Neither really.
After the last chemo cycle (before the infections) I still had some residual cancer - so not properly in remission. The paraprotein level was 2. My last test results were 5, from a test two or three weeks ago. So it's multiplying and based on experience and history it'll multiply exponentially (rapidly and aggressively)
I saw the consultant this monday and he wanted me in for another cycle between xmas and the New Yr. Bugger that, I've been in at Xmas too often in the last few years so we're putting that back until the first week of 2019.
I'm in, as an outpatient tomorrow and next Friday for IV Dexamethasone, Velcade, Lenalidomide and some type of blood transfusion, which I think are precursors to the next chemo cycle - which is given as an inpatient and involves four days of constant intravenous chemo drugs.
I wanted to delay everything until I was fitter, so I'm not sure what's triggering his desire for chemo now, as a low/lowish paraprotein/cancer level isn't that harmful, so I'll have to find out the reasoning. Once the cancer is cleared, I think they will move to transplant within a few weeks.

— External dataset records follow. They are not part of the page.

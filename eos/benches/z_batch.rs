//! Peng-Robinson Z at (T, P) over the yardstick's two 1000 x 1000 workloads
//! (shared/bench/yardstick_pr.py): per state (a(T) recomputed for every state, as the
//! yardstick does) and temperature repeated (`ZBatch::z_grid`, a(T) once per isotherm), on one
//! core and on all cores. The checksums are verified before timing.
//! Run: `cargo bench -p eos --bench z_batch`.

#[path = "../tests/support/yardstick.rs"]
mod yardstick;

use divan::counter::ItemsCount;
use divan::Bencher;
use eos::batch::{BatchRoot, ZBatch};
use yardstick as y;

const N: usize = 1000;

fn main() {
    divan::main();
}

fn run(model: &eos::cubic::Cubic, x: &[f64], root: BatchRoot, want: f64, bencher: Bencher) {
    run_with(model, x, root, want, bencher, false)
}

fn run_with(
    model: &eos::cubic::Cubic,
    x: &[f64],
    root: BatchRoot,
    want: f64,
    bencher: Bencher,
    parallel: bool,
) {
    let (t, p) = y::grid(N, N);
    let batch = ZBatch::new(model, x).unwrap();
    let mut z = vec![0.0; t.len()];
    batch.z_tp(&t, &p, root, &mut z).unwrap();
    let sum = y::fsum(&z);
    assert!(
        ((sum - want) / want).abs() < 1e-9,
        "checksum {sum} vs yardstick {want}"
    );
    bencher.counter(ItemsCount::new(t.len())).bench_local(|| {
        if parallel {
            batch.z_tp_par(&t, &p, root, &mut z).unwrap()
        } else {
            batch.z_tp(&t, &p, root, &mut z).unwrap()
        }
    });
}

#[divan::bench(sample_count = 10, sample_size = 1)]
fn pure_largest(bencher: Bencher) {
    let (m, x) = y::pure();
    run(&m, &x, BatchRoot::Largest, y::SUM_PURE, bencher);
}

#[divan::bench(sample_count = 10, sample_size = 1)]
fn pure_gibbs(bencher: Bencher) {
    let (m, x) = y::pure();
    run(&m, &x, BatchRoot::LowestGibbs, y::SUM_PURE, bencher);
}

#[divan::bench(sample_count = 10, sample_size = 1)]
fn mix10_largest(bencher: Bencher) {
    let (m, x) = y::mix();
    run(&m, &x, BatchRoot::Largest, y::SUM_MIX_LARGEST, bencher);
}

#[divan::bench(sample_count = 10, sample_size = 1)]
fn mix10_gibbs(bencher: Bencher) {
    let (m, x) = y::mix();
    run(&m, &x, BatchRoot::LowestGibbs, y::SUM_MIX_GIBBS, bencher);
}

/// Both workloads on every core (rayon): the target is 1.8x the one-core figure on 2 cores.
#[divan::bench(sample_count = 10, sample_size = 1)]
fn pure_largest_all_cores(bencher: Bencher) {
    let (m, x) = y::pure();
    run_with(&m, &x, BatchRoot::Largest, y::SUM_PURE, bencher, true);
}

#[divan::bench(sample_count = 10, sample_size = 1)]
fn mix10_largest_all_cores(bencher: Bencher) {
    let (m, x) = y::mix();
    run_with(
        &m,
        &x,
        BatchRoot::Largest,
        y::SUM_MIX_LARGEST,
        bencher,
        true,
    );
}

/// Temperature repeated: the same grid as axes, a(T) once per isotherm.
fn run_grid(model: &eos::cubic::Cubic, x: &[f64], want: f64, bencher: Bencher, parallel: bool) {
    let (t, p) = y::grid(N, N);
    let t_axis: Vec<f64> = t.iter().step_by(N).copied().collect();
    let p_axis = &p[..N];
    let batch = ZBatch::new(model, x).unwrap();
    let mut z = vec![0.0; t.len()];
    batch
        .z_grid(&t_axis, p_axis, BatchRoot::Largest, &mut z)
        .unwrap();
    let sum = y::fsum(&z);
    assert!(
        ((sum - want) / want).abs() < 1e-9,
        "checksum {sum} vs yardstick {want}"
    );
    bencher.counter(ItemsCount::new(t.len())).bench_local(|| {
        if parallel {
            batch.z_grid_par(&t_axis, p_axis, BatchRoot::Largest, &mut z)
        } else {
            batch.z_grid(&t_axis, p_axis, BatchRoot::Largest, &mut z)
        }
        .unwrap()
    });
}

#[divan::bench(sample_count = 10, sample_size = 1)]
fn pure_grid_largest(bencher: Bencher) {
    let (m, x) = y::pure();
    run_grid(&m, &x, y::SUM_PURE, bencher, false);
}

#[divan::bench(sample_count = 10, sample_size = 1)]
fn mix10_grid_largest(bencher: Bencher) {
    let (m, x) = y::mix();
    run_grid(&m, &x, y::SUM_MIX_LARGEST, bencher, false);
}

#[divan::bench(sample_count = 10, sample_size = 1)]
fn pure_grid_largest_all_cores(bencher: Bencher) {
    let (m, x) = y::pure();
    run_grid(&m, &x, y::SUM_PURE, bencher, true);
}

#[divan::bench(sample_count = 10, sample_size = 1)]
fn mix10_grid_largest_all_cores(bencher: Bencher) {
    let (m, x) = y::mix();
    run_grid(&m, &x, y::SUM_MIX_LARGEST, bencher, true);
}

Still some confusion on my consultants understanding of what transplants I'm having. He thinks I'm having two, firstly my own saved stems cells back, followed by a second transplant using foreign, non family donated cells after I've recovered from the first transplant. I though I was back to only having one transplant, but I'm not sure. The transplants under a different team at a different hospital. Each transplant is as an inpatient for around four weeks duration, depending on infections and side affects.
So that's where I'm at, but otherwise I'm feeling good (for a ninety year old). In myself I feel well/healthy, just tired a lot. I've actually regained six pounds of the weight I lost while I was admitted, so we're going in the right direction.
Sorry for the long reply, but it's a complicated situation to explain.